AMOS appears to be moving toward the small satellite and new-space market, using freeform optics and additive manufacturing as differentiators — making them a strong collaboration candidate for any consortium building compact, high-performance space instruments.

Collaboration profile

How they like to work

Role: specialist_contributorReach: European16 countries collaborated

AMOS has participated only as a consortium member, never as project coordinator, across both its H2020 projects — a pattern typical of highly specialized technology suppliers who contribute a defined deliverable rather than managing the overall research agenda. Despite only two projects, they have accumulated 41 unique partners across 16 countries, indicating participation in large, multi-partner RIA consortia rather than bilateral or small-team engagements. This suggests they are comfortable operating inside complex international projects where they hold a clear technical mandate (optical system, mirror subsystem) while others handle coordination and integration.

With 41 unique consortium partners across 16 countries from only 2 projects, AMOS plugs into large, geographically diverse research networks — both projects were pan-European RIA consortia drawing partners from across the EU and associated countries. Their network breadth relative to project count is unusually high, reflecting the large consortia typical of research infrastructure and space projects.

Why partner with them

What sets them apart

AMOS occupies a narrow but valuable niche: a private SME with both the optical design capability (freeform surfaces, wide-field architectures) and the advanced manufacturing capability (metal additive, low-CTE AlSi) to take a concept from design to hardware in a single organization. Most optics SMEs either design or fabricate — AMOS appears to do both, which reduces integration risk for consortium partners.
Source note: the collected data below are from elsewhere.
import { desc, eq } from 'drizzle-orm'
import type { ChangedSettings } from '../../../shared/mechanics/settings/choices.ts'
import type { Tx } from '../../db/database.ts'
import { people } from '../../db/schema/identity.ts'
import { measuringSettings, plateCalibrations } from '../../db/schema/measuring.ts'

/** The newest edition of the settings; null where the club never changed any. */
export async function findMeasuringSettings(tx: Tx, clubId: string) {
  const [row] = await tx
    .select({
      edition: measuringSettings.edition,
      changed: measuringSettings.changed,
      at: measuringSettings.createdAt,
      byName: people.name,
    })
    .from(measuringSettings)
    .leftJoin(people, eq(people.id, measuringSettings.changedBy))
    .where(eq(measuringSettings.clubId, clubId))
    .orderBy(desc(measuringSettings.edition))
    .limit(1)
  return row ?? null
}

/** The newest edition of the calibration; null where the club never stated any. */
export async function findPlateCalibration(tx: Tx, clubId: string) {
  const [row] = await tx
    .select({
      edition: plateCalibrations.edition,
      leftU: plateCalibrations.leftU,
      rightU: plateCalibrations.rightU,
      singleU: plateCalibrations.singleU,
      totalU: plateCalibrations.totalU,
      latitudeDeg: plateCalibrations.latitudeDeg,
      altitudeM: plateCalibrations.altitudeM,
      at: plateCalibrations.createdAt,
      byName: people.name,
    })
    .from(plateCalibrations)
    .leftJoin(people, eq(people.id, plateCalibrations.changedBy))
    .where(eq(plateCalibrations.clubId, clubId))
    .orderBy(desc(plateCalibrations.edition))
    .limit(1)
  return row ?? null
}
export type CalibrationRow = NonNullable<Awaited<ReturnType<typeof findPlateCalibration>>>

interface NewEdition {
  clubId: string
  edition: number
  changedBy: string
}

/** False where somebody else made this edition first. */
export async function insertMeasuringSettings(
  tx: Tx,
  row: NewEdition & { changed: ChangedSettings },
): Promise<boolean> {
  const made = await tx
    .insert(measuringSettings)
    .values(row)
    .onConflictDoNothing()
    .returning({ edition: measuringSettings.edition })
  return made.length > 0
}

/** False where somebody else made this edition first. */
export async function insertPlateCalibration(
  tx: Tx,
  row: NewEdition & Omit<CalibrationRow, 'edition' | 'at' | 'byName'>,
): Promise<boolean> {
  const made = await tx
    .insert(plateCalibrations)
    .values(row)
    .onConflictDoNothing()
    .returning({ edition: plateCalibrations.edition })
  return made.length > 0
}
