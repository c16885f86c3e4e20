import { changeClubSettings, getClubSettings, getSeats } from '../../../shared/contracts/clubs.ts'
import { implement, type Route } from '../../http/implement.ts'
import { editSettings, readSeats, readSettings } from './clubs.service.ts'

export const clubRoutes: Route[] = [
  implement(getClubSettings, ({ deps, ctx }) => readSettings(deps, ctx)),
  implement(changeClubSettings, ({ deps, ctx, body }) => editSettings(deps, ctx, body)),
  implement(getSeats, ({ deps, ctx }) => readSeats(deps, ctx)),
]
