import { createAthlete } from '../../../shared/contracts/athletes.ts'
import { seatsKey } from '../clubs/get-seats.ts'
import { squadKeys } from '../squads/squad-keys.ts'
import { useAct } from '../use-act.ts'
import { athleteKeys } from './athlete-keys.ts'

/** A new athlete takes a seat and may stand in squads. */
export function useCreateAthlete() {
  return useAct(createAthlete, { refreshes: [athleteKeys.all, squadKeys.all, seatsKey] })
}
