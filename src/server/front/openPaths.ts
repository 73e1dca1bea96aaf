/** Everything else is for people who are signed in. */
const OPEN_PATHS = new Set([
  '/sign-in',
  '/healthz',
  '/readyz',
  '/robots.txt',
  '/favicon.ico',
  '/favicon.svg',
  '/apple-touch-icon.png',
  '/site.webmanifest',
  '/api/openapi.json',
]);
const OPEN_FOLDERS = ['/api/auth/', '/_astro/', '/fonts/', '/figures/'];

// Nothing open has an escape or a dot folder in its name; whoever sends one hopes that it is read in two ways.
export const isOpen = (path: string): boolean =>
  !/%|\/\./.test(path) &&
  (OPEN_PATHS.has(path.length > 1 ? path.replace(/\/$/, '') : path) ||
    OPEN_FOLDERS.some((folder) => path.startsWith(folder)));

/** These must answer while the book cannot be opened, or without opening it. */
export const needsNoBook = (path: string): boolean =>
  path === '/healthz' || (isOpen(path) && path.startsWith('/_astro/'));

export const isApi = (path: string): boolean => path === '/api' || path.startsWith('/api/');
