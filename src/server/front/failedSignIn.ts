import { SIGN_IN_PAGE } from '../accounts/authConfig';
import { returnPath } from '../accounts/returnPath';

/** Keeps the address somebody typed for the page that asks again; it is not put into a link that ends up in logs. */
export const TYPED_EMAIL_COOKIE = 'matchmark.typed';

/** The form as it was sent, read from a copy so that Auth.js still can. */
export async function sentForm(request: Request): Promise<FormData | null> {
  const type = request.headers.get('content-type') ?? '';
  if (!/^(application\/x-www-form-urlencoded|multipart\/form-data)/.test(type)) return null;
  return request
    .clone()
    .formData()
    .catch(() => null);
}

/** Auth.js sends a failed sign-in back to an empty page; this adds where the person was going and what they typed. */
export function rememberFailedSignIn(response: Response, form: FormData | null, requestUrl: URL): Response {
  const location = response.headers.get('location');
  if (!form || !location || response.status < 300 || response.status > 399) return response;
  const back = new URL(location, requestUrl);
  if (back.pathname !== SIGN_IN_PAGE || !back.searchParams.has('error')) return response;
  const wanted = form.get('callbackUrl');
  const to = returnPath(typeof wanted === 'string' ? pathOf(wanted, requestUrl) : null);
  if (to !== '/') back.searchParams.set('to', to);
  const headers = new Headers(response.headers);
  headers.set('location', back.pathname + back.search);
  const email = form.get('email');
  if (typeof email === 'string' && email.length <= 254)
    headers.append(
      'set-cookie',
      `${TYPED_EMAIL_COOKIE}=${encodeURIComponent(email)}; Path=${SIGN_IN_PAGE}; Max-Age=60; HttpOnly; SameSite=Lax`,
    );
  return new Response(null, { status: 303, headers });
}

const pathOf = (wanted: string, here: URL): string | null => {
  if (!URL.canParse(wanted, here)) return null;
  const url = new URL(wanted, here);
  return url.origin === here.origin ? url.pathname + url.search + url.hash : null;
};
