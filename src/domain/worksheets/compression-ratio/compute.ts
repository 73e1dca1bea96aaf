import { placeInIfAny, optionalBandProblems } from '../../measure/band';
import { chamberForRatio, compressionRatio, deckClearance, type CylinderVolumes } from '../../measure/compressionRatio';
import { said, show } from '../../measure/said';
import { refused, worked, type Worked } from '../../measure/worked';
import type { Values } from '../fields';
import { inBoxes, judgedFinding, lookAgain, measured, noted, outcomeOf, verdictOf, type Finding } from '../findings';
import type { Outcome, Result } from '../outcome';
import type { fields } from './schema';

type Inputs = Values<typeof fields>;

const cc = (volume: number) => show(volume, 'cm³', 0.1);
const mm = (metres: number) => show(metres, 'mm', 0.01);
const BOXES = { deckClearance: 'deck', pistonVolume: 'crownVolume' };
const ratioText = (ratio: number) => show(ratio, ':1').metric;
const GEOMETRY = 'Geometry; the gap above the top ring is left out, as is usual.';

/** Dish more, dome less, m³. */
function crownOf({ crown, crownVolume }: Inputs): Worked<number> {
  if (crown === 'flat') return worked(0);
  if (crownVolume === undefined) return refused({ field: 'crownVolume', message: `Say how large the ${crown} is.` });
  return worked(crown === 'dome' ? -crownVolume : crownVolume);
}

function partsDeck({ blockHeight, stroke, rodLength, pinHeight }: Inputs): Worked<number | null> {
  if (blockHeight === undefined || rodLength === undefined || pinHeight === undefined) return worked(null);
  return deckClearance({ blockHeight, stroke, rodLength, pinHeight });
}

/** Compression ratio; see `measure/compressionRatio.ts`. A measured deck clearance goes before one by the parts. */
export function compute(inputs: Inputs): Worked<Outcome> {
  const pistonVolume = crownOf(inputs);
  if (!pistonVolume.ok) return pistonVolume;
  const byParts = partsDeck(inputs);
  if (!byParts.ok) return byParts;
  const deck = inputs.deck ?? byParts.value;
  if (deck === null)
    return refused({
      field: 'deck',
      message: 'Give the deck clearance, or block, rod and piston heights to work it out from.',
    });
  const { bore, stroke, chamber, gasketBore, gasketThickness, ratio: band } = inputs;
  const volumes = {
    bore,
    stroke,
    chamber,
    gasketBore,
    gasketThickness,
    deckClearance: deck,
    pistonVolume: pistonVolume.value,
  };
  const found = compressionRatio(volumes);
  if (!found.ok) return inBoxes(found, BOXES);
  const problems = optionalBandProblems('ratio', 'The ratio allowed', band, { above: 0, most: 1000 });
  if (problems.length > 0) return refused(...problems);

  const { swept, clearance, ratio, squish } = found.value;
  const judged = placeInIfAny(ratio, band);
  const shown = show(ratio, ':1', 0.01);
  const results: Result[] = [
    measured('ratio', 'Compression ratio', ratio, ':1', 0.01, {
      verdict: verdictOf(judged),
      formula: said`(swept + clearance) / clearance = (${cc(swept)} + ${cc(clearance)}) / ${cc(clearance)} = ${shown}`,
      source: GEOMETRY,
      main: true,
    }),
    measured('swept', 'Swept volume of one cylinder', swept, 'cm³', 0.1, {
      formula: said`π/4 · bore² · stroke = π/4 · (${mm(bore)})² · ${mm(stroke)} = ${cc(swept)}`,
    }),
    measured('clearance', 'Volume left above the piston', clearance, 'cm³', 0.1, {
      formula: said`chamber + gasket + deck + crown = ${cc(chamber)} + ${cc(found.value.gasket)} + (${cc(found.value.deck)}) + (${cc(pistonVolume.value)}) = ${cc(clearance)}`,
    }),
    measured('squish', 'Between a flat crown and a flat head', squish, 'mm', 0.01),
    ...(byParts.value === null
      ? []
      : [
          measured('deck-by-parts', 'Deck clearance by the parts', byParts.value, 'mm', 0.01, {
            formula: said`block − stroke / 2 − rod − pin height = ${mm(byParts.value)}`,
          }),
        ]),
  ];
  const wanted = chamberWanted(inputs, volumes);
  if (!wanted.ok) return wanted;
  const judgement = judgedFinding({
    subject: 'The compression ratio is',
    value: ratio,
    judged,
    band,
    unit: ':1',
    fineness: 0.01,
  });
  const findings = [
    ...(judgement.length > 0 ? judgement : [noted(said`The compression ratio is ${shown}.`)]),
    ...touching(squish),
    ...(wanted.value ? [wantedFinding(inputs, wanted.value)] : []),
  ];
  return outcomeOf(findings, [...results, ...(wanted.value ? [wanted.value.result] : [])]);
}

/** How near the parts may come is the builder's to say; less than nothing is not. */
const touching = (squish: number): Finding[] =>
  squish > 0
    ? []
    : [lookAgain(said`A flat crown would stand ${mm(-squish)} above the face of the gasket and meet a flat head.`)];

interface Wanted {
  /** m³ */
  chamber: number;
  result: Result;
}

function chamberWanted({ wanted }: Inputs, volumes: CylinderVolumes): Worked<Wanted | null> {
  if (wanted === undefined) return worked(null);
  const found = chamberForRatio(wanted, volumes);
  if (!found.ok) return inBoxes(found, { ...BOXES, ratio: 'wanted' });
  const label = `Chamber for ${ratioText(wanted)}, all else the same`;
  return worked({
    chamber: found.value,
    result: measured('chamber-wanted', label, found.value, 'cm³', 0.1, { source: GEOMETRY }),
  });
}

function wantedFinding({ chamber, wanted = 0 }: Inputs, { chamber: other }: Wanted): Finding {
  const change = other - chamber;
  const opening = `For ${ratioText(wanted)} the chamber must hold`;
  const size = cc(Math.abs(change));
  // Less than a burette shows is no change to make.
  if (Math.abs(change) < 0.05e-6) return noted(said`${opening} ${cc(other)}, as it does.`);
  return noted(said`${opening} ${cc(other)}: ${size} ${change < 0 ? 'less' : 'more'} than it does.`);
}
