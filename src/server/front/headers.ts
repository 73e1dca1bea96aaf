/** Nothing is loaded from, sent to or framed by another site. Astro writes its island loader inline. */
const policy = (connect: string) =>
  [
    "default-src 'self'",
    "script-src 'self' 'unsafe-inline'",
    "style-src 'self' 'unsafe-inline'",
    "img-src 'self' data: blob:",
    `connect-src ${connect}`,
    "object-src 'none'",
    "base-uri 'none'",
    "form-action 'self'",
    "frame-ancestors 'none'",
  ].join('; ');

const HEADERS: Record<string, string> = {
  'X-Content-Type-Options': 'nosniff',
  'Referrer-Policy': 'same-origin',
  'X-Frame-Options': 'DENY',
  'Cross-Origin-Opener-Policy': 'same-origin',
  'Cross-Origin-Resource-Policy': 'same-origin',
  'Permissions-Policy': 'geolocation=(), microphone=(), payment=(), usb=()',
};

/**
 * For answers that end a session. A browser keeps pages for its Back button whatever `no-cache` says; at a bench that
 * many use, the next person must not find those of the last.
 */
export const FORGET_PAGES = { 'Clear-Site-Data': '"cache"' };

/**
 * The response with the headers that every answer carries. Pages depend on who asks, so they may be kept
 * by that browser only, and asked for again each time: nobody works from an old sheet.
 * `development`: Vite's own socket is let through.
 */
export function withHeaders(response: Response, development: boolean): Response {
  const set = (headers: Headers) => {
    for (const [name, value] of Object.entries(HEADERS))
      if (name !== 'Referrer-Policy' || headers.get(name) !== 'no-referrer') headers.set(name, value);
    if (!headers.has('Content-Security-Policy'))
      headers.set('Content-Security-Policy', policy(development ? "'self' ws:" : "'self'"));
    if (!headers.has('Cache-Control')) headers.set('Cache-Control', 'private, no-cache');
  };
  try {
    set(response.headers);
    return response;
  } catch {
    // A redirect's headers cannot be changed. Wrapping every response would cost a sheet a tenth of its speed.
    const { status, statusText } = response;
    const headers = new Headers(response.headers);
    set(headers);
    return new Response(response.body, { status, statusText, headers });
  }
}
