import { HighlightStyle, syntaxHighlighting } from '@codemirror/language';
import {
  Decoration,
  EditorView,
  MatchDecorator,
  ViewPlugin,
  type DecorationSet,
  type ViewUpdate,
} from '@codemirror/view';
import { tags } from '@lezer/highlight';

// Colours and sizes stand in writing.css, where the tokens are; here each kind of word gets its class.
const classes = HighlightStyle.define([
  { tag: [tags.propertyName, tags.definition(tags.propertyName)], class: 'source-field' },
  { tag: [tags.number, tags.bool], class: 'source-number' },
  { tag: [tags.meta, tags.separator, tags.punctuation, tags.processingInstruction], class: 'source-quiet' },
  { tag: tags.comment, class: 'source-quiet' },
  { tag: tags.strong, class: 'source-strong' },
  { tag: tags.emphasis, class: 'source-emphasis' },
  { tag: [tags.link, tags.url], class: 'source-link' },
  { tag: tags.monospace, class: 'source-code' },
]);

const component = new MatchDecorator({
  regexp: /<\/?[A-Z][A-Za-z]*(?:\s[^<>\n]*)?>/g,
  decoration: Decoration.mark({ class: 'source-tag' }),
});

/** Components of the sheet on a wash, as in the form. */
const components = ViewPlugin.fromClass(
  class {
    shown: DecorationSet;
    constructor(view: EditorView) {
      this.shown = component.createDeco(view);
    }
    update(update: ViewUpdate) {
      this.shown = component.updateDeco(update, this.shown);
    }
  },
  { decorations: (plugin) => plugin.shown },
);

export const look = [syntaxHighlighting(classes), components];
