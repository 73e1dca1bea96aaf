import { autocompletion, startCompletion, type Completion, type CompletionSource } from '@codemirror/autocomplete';
import type { Known, Offer } from '@/domain/writing/source/offer';
import { offersAt } from '@/domain/writing/source/offersAt';

const completionOf = ({ label, detail, insert, caret }: Offer): Completion => ({
  label,
  detail,
  apply(view, _, from, to) {
    const text = insert ?? label;
    const at = from + (caret ?? text.length);
    view.dispatch({
      changes: { from, to, insert: text },
      selection: { anchor: at },
      scrollIntoView: true,
      userEvent: 'input.complete',
    });
    // Where a value is still to be filled in, what it can be is offered at once.
    if (insert !== undefined) startCompletion(view);
  },
});

/** Offers what our own registries and the text itself say can stand at the caret. */
export function completion(known: () => Known) {
  const source: CompletionSource = ({ state, pos, explicit }) => {
    const found = offersAt(state.doc.toString(), pos, known());
    // On an empty line there is nothing to go by; there it is offered when it is asked for.
    if (!found || (!explicit && found.from === pos && !/[<"\s:-]$/.test(state.sliceDoc(Math.max(0, pos - 1), pos))))
      return null;
    if (!explicit && state.doc.lineAt(pos).text.trim() === '') return null;
    return { from: found.from, options: found.offers.map(completionOf), validFor: /^[\w.-]*$/ };
  };
  // They stand in the order of the sheet and of the registries, not of the alphabet.
  return autocompletion({ override: [source], icons: false, compareCompletions: () => 0, maxRenderedOptions: 60 });
}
Their simultaneous presence in solar astronomy infrastructure and commercial Earth observation satellites demonstrates they can transfer optical knowledge across domains, which is increasingly valuable as space instrumentation commercializes.

Notable projects

Highlights from their portfolio

  • VIDEO
    AMOS's largest H2020 award (EUR 359,235) and the project most directly linked to commercial space markets — developing freeform mirror-based wide-field video imaging for future small satellite constellations, combining advanced optics with additive manufacturing.
  • SOLARNET
    Placed AMOS inside one of Europe's flagship solar physics consortia, providing instrument-level optical expertise to the preparatory network for the 4m European Solar Telescope — high scientific prestige for a small private company.
Cross-sector capabilities
Research infrastructure (ground-based telescope instrumentation)Environment (Earth observation from small satellite platforms)Manufacturing (additive manufacturing of precision optical structures)
Analysis note: Only 2 projects, both starting in 2019, make temporal evolution analysis largely impossible — the early/recent keyword split reflects two parallel projects rather than genuine change over time. Profile confidence is constrained by dataset size, though the company name and project keywords are technically specific enough to support reasonable expertise inferences. No website data was available for cross-checking.